Wednesday, July 24, 2013

When cooking there is little margarine for error

When I first started cooking I thought there was little margin for error and that terrified me. As I watched those who cooked around me they seemed to know their way around the kitchen and could throw a dash of salt, a pinch of garlic, a teaspoon of lime without any measuring cups!  I watched in amazement as they did this because it was so different than the way I prepared meals. I would get so caught up in the exact measurements of ingredients that I didn't want to mess it up. I think that's why I always enjoyed baking. There was a set recipe that must be followed exactly and cooks in a specific amount of time.

Then there is cooking. Everything changes!There is not always an exact way to make a recipe and it took me awhile (still learning) to really relish in that.  Despite me not knowing a lot about cooking I'm starting to understand how to spice things on my own! When they first say salt and pepper the chicken I would always be nervous how much is too much, or is this enough? It bothered me that there was not a specific amount. I think that must be the teacher in me! 

This week I decided to make CrockPot Shredded Chicken that I have been seeing all over Pinterest.  If you don't have a pinterest get one now!!

Crockpot Shredded Chicken Recipe - Easiest recipe ever! 

*Boneless Chicken Breast
* Chicken Broth
* Salt & Pepper
* Spices 

Step 1: Salt and Pepper the Chicken 

 2. Add Spices. I added garlic and herb and even a little crushed red paper flake to add some spice. You can add anything you like!

 3. Put it in the crock pot on medium heat for 5-6 hours. Add chicken broth halfway to cover the chicken
.
4. Take out chicken and let dry for a few minutes. Get a plastic ziploc bag and turn it inside out so that you can grab the chicken and put it inside the bag. Zip up the bag and then use your fingers to separate the chicken. Then it's already in the bag so you can freeze the chicken you don't use.
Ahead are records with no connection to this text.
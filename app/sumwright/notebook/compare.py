"""What lies between two designs: which values changed, and what that did to the results.

Values are compared by what they are of (a signal by its name, a leg by its source), not by their place in a list, so
that moving a row is no change of every row under it.
"""

from __future__ import annotations

from collections.abc import Iterator
from dataclasses import dataclass
from typing import Any

Value = float | int | str | bool | None
_UNITS = {
    "resistance": "Ω", "source_resistance": "Ω", "minus_ground": "Ω", "plus_ground": "Ω", "feedback": "Ω",
    "least": "Ω", "most": "Ω", "input_resistance": "Ω", "output_resistance": "Ω", "dropout_resistance": "Ω",
    "feedback_capacitance": "F", "capacitance": "F", "stray_capacitance": "F", "differential_capacitance": "F",
    "common_mode_capacitance": "F", "frequency": "Hz", "bandwidth": "Hz", "gain_bandwidth": "Hz",
    "second_pole": "Hz", "noise_band": "Hz", "noise_voltage_corner": "Hz", "noise_current_corner": "Hz",
    "value": "V", "low": "V", "high": "V", "offset": "V", "accuracy": "V", "noise": "V", "voltage": "V",
    "offset_voltage": "V", "dropout_high": "V", "dropout_low": "V", "common_mode_high": "V", "common_mode_low": "V",
    "supply_least": "V", "supply_most": "V", "slew_rate": "V/s", "weight": "V/V", "open_loop_gain": "V/V",
    "cmrr": "V/V", "psrr": "V/V", "bias_current": "A", "offset_current": "A", "output_current": "A",
    "supply_current": "A", "power": "W", "junction_most": "°C", "thermal_resistance": "K/W", "offset_drift": "V/K",
    "temperature_coefficient": "1/K", "noise_voltage": "V/√Hz", "noise_current": "A/√Hz",
}  # fmt: skip
_WORDS = {
    "resistor": "resistors", "op_amp": "op amp", "minus_ground": "minus ground", "plus_ground": "plus ground",
    "ambient": "ambient", "noise_band": "noise band",
}  # fmt: skip


@dataclass(frozen=True, slots=True)
class Change:
    """One difference; None where that side has no such thing. `unit` is empty where there is none."""

    what: str
    before: Value
    after: Value
    unit: str = ""


@dataclass(frozen=True, slots=True)
class Comparison:
    """What changed in the values and in the results, and how many of each stayed the same."""

    values: tuple[Change, ...]
    results: tuple[Change, ...]
    same_values: int
    same_results: int


def compare(before: dict[str, Any], after: dict[str, Any]) -> Comparison:
    """Compare the contents of two frozen entries: their `design`, `unplugged`, `results` and `checks`."""
    values, same_values = _differences(dict(_values(before)), dict(_values(after)))
    results, same_results = _differences(dict(_results(before)), dict(_results(after)))
    return Comparison(values, results, same_values, same_results)


def _differences(
    before: dict[str, tuple[Value, str]], after: dict[str, tuple[Value, str]]
) -> tuple[tuple[Change, ...], int]:
    changes, same = [], 0
    for what in before | after:
        old, unit = before.get(what, (None, ""))
        new, unit_after = after.get(what, (None, unit))
        if (what in before and what in after and _equal(old, new)) or (old is None and new is None):
            same += 1
        else:
            changes.append(Change(what, old, new, unit or unit_after))
    return tuple(changes), same


def _equal(one: Value, other: Value) -> bool:
    """The same value: numbers within what a double keeps through a conversion and back."""
    if isinstance(one, int | float) and isinstance(other, int | float) and not isinstance(one, bool):
        return abs(one - other) <= 1e-12 * max(abs(one), abs(other))
    return one == other


def _values(body: dict[str, Any]) -> Iterator[tuple[str, tuple[Value, str]]]:
    design = body.get("design") or {}
    for key, held in design.items():
        if key == "format":
            continue
        if key == "signals":
            for signal in held or ():
                for name, value in signal.items():
                    if name != "name":
                        yield f"{signal.get('name')}, {_word(name)}", (value, _UNITS.get(name, ""))
        elif key == "cells":
            for number, cell in enumerate(held or (), start=1):
                yield from _cell(number, cell, len(held))
        elif isinstance(held, dict):
            for name, value in held.items():
                unit = "°C" if key == "ambient" else "" if name == "tolerance" else _UNITS.get(name, "")
                yield f"{_word(key)}, {_word(name)}", (value, unit)
        elif isinstance(held, list):
            for place, value in zip(("from", "to"), held, strict=False):
                yield f"{_word(key)}, {place}", (value, _UNITS.get(key, ""))
        else:
            yield _word(key), (held, _UNITS.get(key, ""))
    for name in body.get("unplugged") or ():
        yield f"{name}, cable", ("out", "")


def _cell(number: int, cell: dict[str, Any], count: int) -> Iterator[tuple[str, tuple[Value, str]]]:
    where = f", cell {number}" if count > 1 else ""
    for node in ("minus", "plus"):
        for leg in cell.get(node) or ():
            yield f"{leg.get('from')} leg, {node} node{where}", (leg.get("resistance"), "Ω")
    for name in ("minus_ground", "plus_ground", "feedback", "feedback_capacitance"):
        yield f"{_word(name)}{where}", (cell.get(name), _UNITS[name])


def _results(body: dict[str, Any]) -> Iterator[tuple[str, tuple[Value, str]]]:
    for check in body.get("checks") or ():
        yield f"{check.get('title')}, margin", (check.get("margin"), check.get("unit") or "")
        yield f"{check.get('title')}", (check.get("status"), "")
    results = body.get("results") or {}
    for what, held in results.items():
        if isinstance(held, list) and len(held) == 2:
            yield what, (held[0], str(held[1]))
        else:
            yield what, (held, "")


def _word(key: str) -> str:
    return _WORDS.get(key, key.replace("_", " "))


def key_results(document: dict[str, Any]) -> tuple[dict[str, list[Any]], list[dict[str, Any]]]:
    """The results that a frozen design keeps, `{what: [value, unit]}`, and its checks, from `analyse --json`."""
    kept: dict[str, list[Any]] = {}
    dc = document.get("dc") or {}
    for key, unit in (("output", "V"), ("ideal_output", "V"), ("offset", "V"), ("clipped", "")):
        if key in dc:
            kept[_word(key)] = [dc[key], unit]
    for name, value in (dc.get("weights") or {}).items():
        kept[f"{name}, made weight"] = [value, "V/V"]
    for place in ("present", "highest", "lowest"):
        point = (document.get("errors") or {}).get(place) or {}
        for key in ("worst_case", "expanded_95"):
            if key in point:
                kept[f"error {place}, {_word(key)}"] = [point[key], "V"]
    headroom = (document.get("headroom") or {}).get("cells") or ()
    for number, cell in enumerate(headroom, start=1):
        where = f", cell {number}" if len(headroom) > 1 else ""
        for key, unit in (("highest", "V"), ("lowest", "V"), ("output_current_peak", "A")):
            if key in cell:
                kept[f"{_word(key)}{where}"] = [cell[key], unit]
    ac = document.get("ac") or {}
    for number, cell in enumerate(ac.get("cells") or (), start=1):
        where = f", cell {number}" if len(ac["cells"]) > 1 else ""
        for key, unit in (("noise_gain", "V/V"), ("crossover", "Hz"), ("phase_margin", "°")):
            if key in cell:
                kept[f"{_word(key)}{where}"] = [cell[key], unit]
    for name, signal in (ac.get("signals") or {}).items():
        kept[f"{name}, bandwidth"] = [signal.get("bandwidth_3db"), "Hz"]
    if "full_power_bandwidth" in ac:
        kept["full power bandwidth"] = [ac["full_power_bandwidth"], "Hz"]
    if "rms" in (document.get("noise") or {}):
        kept["noise"] = [document["noise"]["rms"], "V RMS"]
    checks = [
        {key: check.get(key) for key in ("key", "title", "status", "value", "limit", "margin", "unit")}
        for check in document.get("checks") or ()
    ]
    return kept, checks
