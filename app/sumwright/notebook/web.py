"""What every answer of the server carries and every request must pass, however the app is started.

`guard` changes Bokeh's server class once, before any server is made: from the hooks of the served directory for plain
`panel serve app`, and from `sumwright serve`.
"""

from __future__ import annotations

import logging
import re
import secrets
from collections.abc import Callable
from typing import Any

from bokeh.server.tornado import BokehTornado
from tornado.httputil import HTTPHeaders, HTTPServerRequest
from tornado.web import OutputTransform, RequestHandler

from sumwright.errors import SumwrightError

from .settings import Settings, settings

_log = logging.getLogger("sumwright.web")
_MARK = "_sumwright_guarded"
_SCRIPT = re.compile(rb"<script\b([^>]*)>(.*?)</script\s*>", re.IGNORECASE | re.DOTALL)
_HERE = ("127.0.0.1", "::1", "::ffff:127.0.0.1")
# Only on pages that run the sheet: its modules reach the browser as blobs, and Bokeh sets styles by style elements.
_PAGE_POLICY = (
    "default-src 'none'; script-src 'self' blob: 'nonce-{nonce}'; style-src 'self' 'unsafe-inline'; img-src 'self' data: blob:; "
    "font-src 'self' data:; connect-src 'self' blob: {sockets}; worker-src 'self' blob:; manifest-src 'self'; "
    "base-uri 'none'; form-action 'self'; frame-ancestors 'none'; object-src 'none'"
)
_OTHER_POLICY = "default-src 'none'; frame-ancestors 'none'; base-uri 'none'; form-action 'none'"


def with_nonce(body: bytes, nonce: str) -> bytes:
    """The HTML with the nonce on each of its scripts: what is added to the page later has none and does not run."""
    mark = b' nonce="' + nonce.encode("ascii") + b'"'
    return _SCRIPT.sub(lambda m: b"<script" + mark + m.group(1) + b">" + m.group(2) + b"</script>", body)


def policy(nonce: str, host: str, https: bool) -> str:
    """The content security policy of a page (CSP 3): scripts of this server, of this answer, and the sheet's blobs."""
    name = host if re.fullmatch(r"[A-Za-z0-9.:\[\]-]{1,260}", host) else ""
    sockets = f"{'wss' if https else 'ws'}://{name}" if name else ""
    return _PAGE_POLICY.format(nonce=nonce, sockets=sockets)


class Headers(OutputTransform):
    """Adds the headers, and marks cookies, on the way out."""

    def __init__(self, request: HTTPServerRequest):
        self._request = request

    def transform_first_chunk(
        self, status_code: int, headers: HTTPHeaders, chunk: bytes, finishing: bool
    ) -> tuple[int, HTTPHeaders, bytes]:
        https = self._request.protocol == "https" or settings().https
        if headers.get("Content-Type", "").startswith("text/html"):
            nonce = secrets.token_urlsafe(18)
            chunk = with_nonce(chunk, nonce)
            if "Content-Length" in headers:
                headers["Content-Length"] = str(len(chunk))
            headers.pop("Etag", None)
            headers["Content-Security-Policy"] = policy(nonce, self._request.host, https)
            headers["Cache-Control"] = "no-store"  # it holds a session's token
        else:
            headers["Content-Security-Policy"] = _OTHER_POLICY
            if "Cache-Control" not in headers:
                headers["Cache-Control"] = "no-cache"  # ask each time: modules of two versions must not meet
        headers["X-Content-Type-Options"] = "nosniff"
        headers["X-Frame-Options"] = "DENY"
        headers["Referrer-Policy"] = "no-referrer"
        headers["Cross-Origin-Opener-Policy"] = "same-origin"
        headers["Cross-Origin-Resource-Policy"] = "same-origin"
        headers["Permissions-Policy"] = "camera=(), microphone=(), geolocation=(), usb=(), serial=()"
        headers["Server"] = "Sumwright"
        if https:
            headers["Strict-Transport-Security"] = "max-age=31536000"
        if cookies := headers.get_list("Set-Cookie"):
            del headers["Set-Cookie"]
            for cookie in cookies:
                headers.add("Set-Cookie", _marked(cookie, https))
        return status_code, headers, chunk


def _marked(cookie: str, https: bool) -> str:
    """The cookie with SameSite, and Secure where browsers come by HTTPS; whoever set it."""
    have = cookie.lower()
    if "samesite" not in have:
        cookie += "; SameSite=Lax"
    if https and "; secure" not in have:
        cookie += "; Secure"
    return cookie


class _Refused(RequestHandler):
    """To whoever comes from another machine while there is no sign-in."""

    def prepare(self) -> None:
        self.set_status(403)
        self.set_header("Content-Type", "text/plain; charset=utf-8")
        self.finish(
            "This server has no sign-in and answers only on the machine it runs on. To open it to others, set sign_in "
            "and start it by: sumwright serve\n"
        )


class _Health(RequestHandler):
    """The process answers; asks nothing else."""

    def get(self) -> None:
        self.set_header("Cache-Control", "no-store")
        self.finish({"status": "alive"})


class _Ready(RequestHandler):
    """The process can do its work: its store answers."""

    async def get(self) -> None:
        from tornado.ioloop import IOLoop

        self.set_header("Cache-Control", "no-store")
        try:
            await IOLoop.current().run_in_executor(None, _ask_store)
        except SumwrightError:
            self.set_status(503)
            self.finish({"status": "not ready", "store": "does not answer"})
        else:
            self.finish({"status": "ready"})


def _ask_store() -> None:
    from .shelf import the_store

    the_store().ready()


def allowed(request: HTTPServerRequest, ours: Settings, signed_in: bool) -> bool:
    """Whether a request may be looked at: without sign-in only from this machine and by one of its names.

    The name is looked at because a page elsewhere can have its own name point at this machine and would then be of the
    same origin as the server.
    """
    if signed_in or ours.trust_network:
        return True
    if request.remote_ip not in _HERE and request.remote_ip != "":
        return False
    name = re.sub(r":\d+$", "", request.host or "").strip("[]").lower()
    named = {re.sub(r":\d+$", "", origin).strip("[]").lower() for origin in ours.origins}
    return name in ("localhost", "127.0.0.1", "::1") or name in named


def guard() -> None:
    """Have every Bokeh server made from now on add the headers and pass the guard. Calling it again changes nothing."""
    if getattr(BokehTornado, _MARK, False):
        return
    plain_init: Callable[..., None] = BokehTornado.__init__
    plain_find = BokehTornado.find_handler

    def init(self: BokehTornado, *args: Any, **kwargs: Any) -> None:
        ours = settings()
        patterns = kwargs["extra_patterns"] = list(kwargs.get("extra_patterns") or [])
        patterns[:0] = [(r"/health", _Health), (r"/ready", _Ready)]
        kwargs.setdefault("xsrf_cookie_kwargs", {"httponly": True, "samesite": "Lax", "secure": ours.https})
        most = ours.upload_mb * 1_000_000
        kwargs["websocket_max_message_size_bytes"] = min(kwargs.get("websocket_max_message_size_bytes") or most, most)
        plain_init(self, *args, **kwargs)
        self.add_transform(Headers)

    def find_handler(self: BokehTornado, request: HTTPServerRequest, **kwargs: Any) -> Any:
        provider = self.auth_provider
        signed_in = bool(provider.get_user or provider.get_user_async)
        if request.path in (f"{self.prefix}/health", f"{self.prefix}/ready") or allowed(request, settings(), signed_in):
            return plain_find(self, request, **kwargs)
        _log.warning("refused a request from %s", request.remote_ip)
        return self.get_handler_delegate(request, _Refused, {})

    BokehTornado.__init__ = init  # type: ignore[method-assign]
    BokehTornado.find_handler = find_handler  # type: ignore[method-assign]
    setattr(BokehTornado, _MARK, True)
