"""What the server writes down: when, where, what happened; never what a design, a note or a password holds.

Libraries put messages from browsers into their log lines and values into their exceptions. From them only the fixed
part of a line is kept, and of an exception its type and where it came from.
"""

from __future__ import annotations

import json
import logging
import re
import sys
import traceback
from datetime import UTC, datetime
from typing import Any

# Loggers whose lines carry what a browser sent.
_CARRIERS = ("bokeh.server.protocol_handler", "bokeh.server.views.ws", "bokeh.server.session", "bokeh.document")
_OURS = "sumwright"
_SECRETS = re.compile(r"(?i)\b(token|bokeh-session-id|code|state|access_token|id_token|password)=[^&\s]+")
_PASSWORD_IN_URL = re.compile(r"(\w+://[^:/@\s]+):[^@\s]+@")


class Formatter(logging.Formatter):
    """One line an event; as JSON, or as text for a person at a terminal."""

    def __init__(self, kind: str = "text"):
        super().__init__()
        self._kind = kind

    def format(self, record: logging.LogRecord) -> str:
        at = datetime.fromtimestamp(record.created, UTC).isoformat(timespec="milliseconds").replace("+00:00", "Z")
        event: dict[str, Any] = {
            "at": at,
            "level": record.levelname.lower(),
            "logger": record.name,
            "event": _event(record),
        }
        if record.process:
            event["process"] = record.process
        if record.exc_info and record.exc_info[0] is not None:
            event["exception"] = record.exc_info[0].__name__
            event["where"] = [
                f"{frame.filename.rsplit('/', 2)[-1]}:{frame.lineno} {frame.name}"
                for frame in traceback.extract_tb(record.exc_info[2])[-8:]
            ]
        if self._kind == "json":
            return json.dumps(event, ensure_ascii=True)
        line = f"{at} {event['level']:7} {record.name}: {event['event']}"
        if "exception" in event:
            line += f" [{event['exception']} at {' < '.join(reversed(event['where']))}]"
        return line.translate({ord(c): repr(c)[1:-1] for c in map(chr, range(32))})


def _event(record: logging.LogRecord) -> str:
    if record.name.startswith(_CARRIERS):
        text = str(record.msg)
        return text.split("%r", 1)[0].strip(" :\n") if "%r" in text else " ".join(text.split())[:200]
    if record.name.startswith(_OURS) or record.levelno < logging.ERROR or not record.exc_info:
        text = " ".join(record.getMessage().split())
    else:  # a library's report of an exception: its message may quote values
        text = " ".join(str(record.msg).split())
    return _PASSWORD_IN_URL.sub(r"\1:***@", _SECRETS.sub(r"\1=***", text))[:500]


def set_up(kind: str = "text", level: str = "info") -> None:
    """Send every log line of the process to standard error in our form."""
    handler = logging.StreamHandler(sys.stderr)
    handler.setFormatter(Formatter(kind))
    root = logging.getLogger()
    root.handlers[:] = [handler]
    root.setLevel(level.upper())
    for name in ("bokeh", "panel", "tornado", "tornado.access", "tornado.application", "tornado.general", "sumwright"):
        logger = logging.getLogger(name)
        logger.handlers.clear()
        logger.propagate = True
        logger.setLevel(logging.NOTSET)
    logging.getLogger("sqlalchemy").setLevel(logging.WARNING)
    if level != "debug":
        for name in ("bokeh.server.views.ws", "bokeh.server.tornado", "tornado.access", "asyncio"):
            logging.getLogger(name).setLevel(logging.WARNING)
Once you are done you now have shredded chicken for any number of recipes!! I think this idea is best if you cook your shredded chicken on Sunday and then prepare your meals for the rest of the week!

This week I used the shredded chicken for tacos and chicken salad. I don't have the picture of the tacos but they were delicious!


What have you made or what would you make with the extra shredded chicken?! 


3 comments:

  1. I love shredded chicken! It's so moist and soft. My favorite is when it's on a taco salad but I bet it would be good in a sandwich or wrap!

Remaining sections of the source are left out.